*Work to be completed*
Reproduce the records word for word, from the first line to the line containing "from fleet import words".

Collected data
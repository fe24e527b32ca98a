"""Find the header row of a sheet, tell which table it is, and read its headings."""

from __future__ import annotations

import re
from collections.abc import Collection, Sequence
from dataclasses import dataclass, field
from functools import lru_cache

from fleet import words
from fleet.intake import tables
from fleet.intake.cells import Cell, Sheet, clean, is_blank, letters, show
from fleet.intake.tables import Column
from fleet.units import Unit, UnitFault, find_unit
from fleet.words import Notice

_HEADING = re.compile(r"(.*?)\s*\[(.*)\]")
_LOOKED_THROUGH = 200
_NO_UNIT = {"", "-", "–", "1"}


@dataclass(frozen=True)
class Heading:
    """One heading that names a column of the table.

    Parameters
    ----------
    column : Column
        The column [-].
    index : int
        Its place in the row, counted from 0 [count].
    unit : Unit or None
        The unit of its numbers [-].
    readable : bool
        False where a fault of the heading keeps its cells from being read [-].
    text : str
        The heading as written [text].
    """

    column: Column
    index: int
    unit: Unit | None
    readable: bool
    text: str


@dataclass(frozen=True)
class Layout:
    """How the table of one sheet is laid out.

    Parameters
    ----------
    table : str
        The table [text].
    header : int
        The header row, counted from 0 [count].
    headings : dict
        Column name to its heading [-].
    faults : tuple of (int, Notice)
        Faults of the header, each with its column counted from 1 [-].
    """

    table: str
    header: int
    headings: dict[str, Heading]
    faults: tuple[tuple[int, Notice], ...] = ()


@dataclass
class Identified:
    """What a sheet turned out to be.

    Parameters
    ----------
    layout : Layout or None
        Its layout, where it holds a table that is wanted [-].
    other : str
        The table it holds, where that one is not wanted [text].
    """

    layout: Layout | None = None
    other: str = ""


@dataclass
class _Candidate:
    table: str
    header: int = -1
    names: frozenset[str] = field(default_factory=frozenset)
    complete: bool = False

    @property
    def rank(self) -> tuple[bool, int]:
        return self.complete, len(self.names)


@lru_cache(maxsize=4096)
def split_heading(text: str) -> tuple[str, str | None]:
    """Split a heading into the column's name and its unit.

    Parameters
    ----------
    text : str
        The heading [text].

    Returns
    -------
    tuple of str and (str or None)
        The name in small letters, spaces as underscores; and the unit, None without brackets [text].

    Examples
    --------
    >>> split_heading("Thickness [mm]"), split_heading("taken on")
    (('thickness', 'mm'), ('taken_on', None))
    """
    name: str = clean(text)
    unit: str | None = None
    match = _HEADING.fullmatch(name)
    if match:
        name, unit = match.group(1), match.group(2).strip()
    return re.sub(r"[\s-]+", "_", name.casefold()), unit


_ALL_NAMES = frozenset(column.name for columns in tables.TABLES.values() for column in columns)
_NAMES = {table: frozenset(column.name for column in columns) for table, columns in tables.TABLES.items()}
_REQUIRED = {
    table: frozenset(column.name for column in columns if column.required)
    for table, columns in tables.TABLES.items()
}


def known_names(row: Sequence[Cell]) -> int:
    """Count the cells of a row that name a column of any table.

    Parameters
    ----------
    row : sequence of Cell
        The row [-].

    Returns
    -------
    int
        How many [count].

    Examples
    --------
    >>> known_names(["vessel", "part", "thickness [mm]", "weather"])
    3
    """
    return len(_row_names(row) & _ALL_NAMES)


def _row_names(row: Sequence[Cell]) -> frozenset[str]:
    return frozenset(split_heading(cell)[0] for cell in row if isinstance(cell, str) and not is_blank(cell))


def identify(sheet: Sheet, wanted: Collection[str]) -> Identified:
    """Tell which table a sheet holds, and read its header.

    Parameters
    ----------
    sheet : Sheet
        The sheet [-].
    wanted : collection of str
        The tables that are taken in [text].

    Returns
    -------
    Identified
        The layout, or the name of a table that is not wanted, or neither [-].
    """
    rows = [_row_names(row) for row in sheet.rows[:_LOOKED_THROUGH]]
    by_name = split_heading(sheet.place.sheet)[0]
    if by_name in tables.TABLES:
        named = _candidate(by_name, rows)
        if named.names:
            return _identified(sheet, named, wanted)
    candidates = [_candidate(table, rows) for table in tables.TABLES]
    mine = max((one for one in candidates if one.table in wanted), key=lambda one: one.rank)
    others = [one for one in candidates if one.table not in wanted]
    other = max(others, key=lambda one: one.rank, default=_Candidate(""))
    if other.complete and not mine.complete and len(other.names) >= len(mine.names):
        return Identified(other=other.table)
    if mine.complete or len(mine.names) >= 2:
        return _identified(sheet, mine, wanted)
    return Identified()


def _identified(sheet: Sheet, candidate: _Candidate, wanted: Collection[str]) -> Identified:
    if candidate.table not in wanted:
        return Identified(other=candidate.table)
    return Identified(_layout(sheet, candidate.table, candidate.header))


def _candidate(table: str, rows: Sequence[frozenset[str]]) -> _Candidate:
    """Find the first row with every heading that names a row of the table, else the one with most of them."""
    best = _Candidate(table)
    one_of = frozenset(tables.ONE_OF.get(table, ()))
    for number, names in enumerate(rows):
        mine = names & _NAMES[table]
        complete = names >= _REQUIRED[table] and (not one_of or bool(names & one_of))
        if complete or len(mine) > len(best.names):
            best = _Candidate(table, number, mine, complete)
        if complete:
            break
    return best


# -----------------------------------------------------------------------------------------------------------
# The header row
# -----------------------------------------------------------------------------------------------------------
def _layout(sheet: Sheet, table: str, header: int) -> Layout:
    row_no = header + 1
    row = sheet.rows[header]
    headings: dict[str, Heading] = {}
    faults = _merged(sheet, row_no)
    for index, cell in enumerate(row):
        where = sheet.place.cell(row_no, index + 1)
        broken = _broken(sheet, row_no, index + 1, where)
        if broken:
            faults.append((index + 1, broken))
            continue
        if is_blank(cell):
            continue
        heading, fault = _heading(table, cell, index, where)
        if heading is not None and heading.column.name in headings:
            first = headings[heading.column.name]
            found = f"'{show(cell)}' and '{first.text}' in column {letters(first.index + 1)}"
            fault = words.notice("column twice", where, found)
        elif heading is not None:
            headings[heading.column.name] = heading
        if fault is not None:
            faults.append((index + 1, fault))
    faults += _without_heading(sheet, header)
    faults += _missing(sheet, table, header, headings)
    return Layout(table, header, headings, tuple(faults))


def _heading(table: str, cell: Cell, index: int, where: str) -> tuple[Heading | None, Notice | None]:
    text = show(cell)
    name, unit_text = split_heading(text)
    by_name = {column.name: column for column in tables.TABLES[table]}
    # 'thickness (mm)' means the thickness; round brackets are no unit, but the column is not lost
    column = by_name.get(name) or by_name.get(re.sub(r"_*\([^()]*\)$", "", name))
    if column is None:
        return None, _unknown_column(table, name, text, where)
    if column.quantity is None:
        if unit_text is None or unit_text in _NO_UNIT:
            return Heading(column, index, None, True, text), None
        fault = words.notice(
            "unknown unit", where, f"'{text}': the column has no unit", f"write the heading as '{name}'"
        )
        return Heading(column, index, None, False, text), fault
    if unit_text is None:
        example = column.heading(_EXAMPLE_UNITS[column.quantity])
        remedy = f"write the unit in square brackets in the header, for instance '{example}'"
        return Heading(column, index, None, False, text), words.notice(
            "missing unit", where, f"'{text}'", remedy
        )
    unit = find_unit(unit_text, column.quantity)
    if isinstance(unit, UnitFault):
        return Heading(column, index, None, False, text), words.notice(
            unit.code, where, f"'{text}': {unit.found}", unit.remedy
        )
    return Heading(column, index, unit, True, text), None


_EXAMPLE_UNITS = {"length": "mm", "pressure": "MPa", "temperature": "degC", "rate": "mm/year", "angle": "deg"}


def _unknown_column(table: str, name: str, text: str, where: str) -> Notice:
    near = tables.nearest(name, _NAMES[table])
    hint = f"did you mean '{near}'? Otherwise delete the column" if near else None
    return words.notice("unknown column", where, f"'{text}' is not a column of table '{table}'", hint)


def _merged(sheet: Sheet, row_no: int) -> list[tuple[int, Notice]]:
    return [
        (
            first_column,
            words.notice(
                "merged header",
                sheet.place.cell(row_no, first_column),
                f"{letters(first_column)}{first_row}:{letters(last_column)}{last_row} is one merged cell",
            ),
        )
        for first_row, first_column, last_row, last_column in sheet.merged
        if first_row <= row_no <= last_row
    ]


def _broken(sheet: Sheet, row_no: int, column_no: int, where: str) -> Notice | None:
    error = sheet.errors.get((row_no, column_no))
    if error is not None:
        return words.notice("error cell", where, f"{error} in the header")
    if (row_no, column_no) in sheet.unsaved:
        return words.notice("formula without value", where, "a formula in the header")
    return None


def _without_heading(sheet: Sheet, header: int) -> list[tuple[int, Notice]]:
    """Cells below the header in a column that has no heading: they would be lost."""
    row = sheet.rows[header]
    named = {index for index, cell in enumerate(row) if not is_blank(cell)}
    named |= {column_no - 1 for row_no, column_no in (*sheet.errors, *sheet.unsaved) if row_no == header + 1}
    merged = {
        column
        for first_row, first, last_row, last in sheet.merged
        if first_row <= header + 1 <= last_row
        for column in range(first - 1, last)
    }
    found: dict[int, tuple[int, Cell]] = {}
    is_full = set(range(len(row))) <= named
    for number, cells in enumerate(sheet.rows[header + 1 :], header + 2):
        if is_full and len(cells) <= len(row):
            continue
        for index, cell in enumerate(cells):
            if index not in named and index not in found and index not in merged and not is_blank(cell):
                found[index] = (number, cell)
    for row_no, column_no in (*sheet.errors, *sheet.unsaved):
        if row_no > header + 1 and column_no - 1 not in named | merged:
            found.setdefault(column_no - 1, (row_no, "an error or a formula without value"))
    return [
        (
            index + 1,
            words.notice(
                "unknown column",
                sheet.place.cell(header + 1, index + 1),
                f"no heading over '{show(cell)}' in {letters(index + 1)}{row_no}",
                "give the column its heading, or empty it",
            ),
        )
        for index, (row_no, cell) in sorted(found.items())
    ]


def _missing(sheet: Sheet, table: str, header: int, headings: dict[str, Heading]) -> list[tuple[int, Notice]]:
    where = sheet.place.row(header + 1)
    faults = [
        (0, words.notice("missing column", where, f"no column '{column.name}' in table '{table}'"))
        for column in tables.TABLES[table]
        if column.required and column.name not in headings
    ]
    one_of = tables.ONE_OF.get(table, ())
    if one_of and not any(name in headings for name in one_of):
        either = "' nor '".join(one_of)
        found = f"neither '{either}' in table '{table}'"
        faults.append((0, words.notice("missing column", where, found, "add one of the two")))
    return faults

*Solution below*
repository fe24e527b32ca98a
"""Find the header row of a sheet, tell which table it is, and read its headings."""

from __future__ import annotations

import re
from collections.abc import Collection, Sequence
from dataclasses import dataclass, field
from functools import lru_cache

from fleet import words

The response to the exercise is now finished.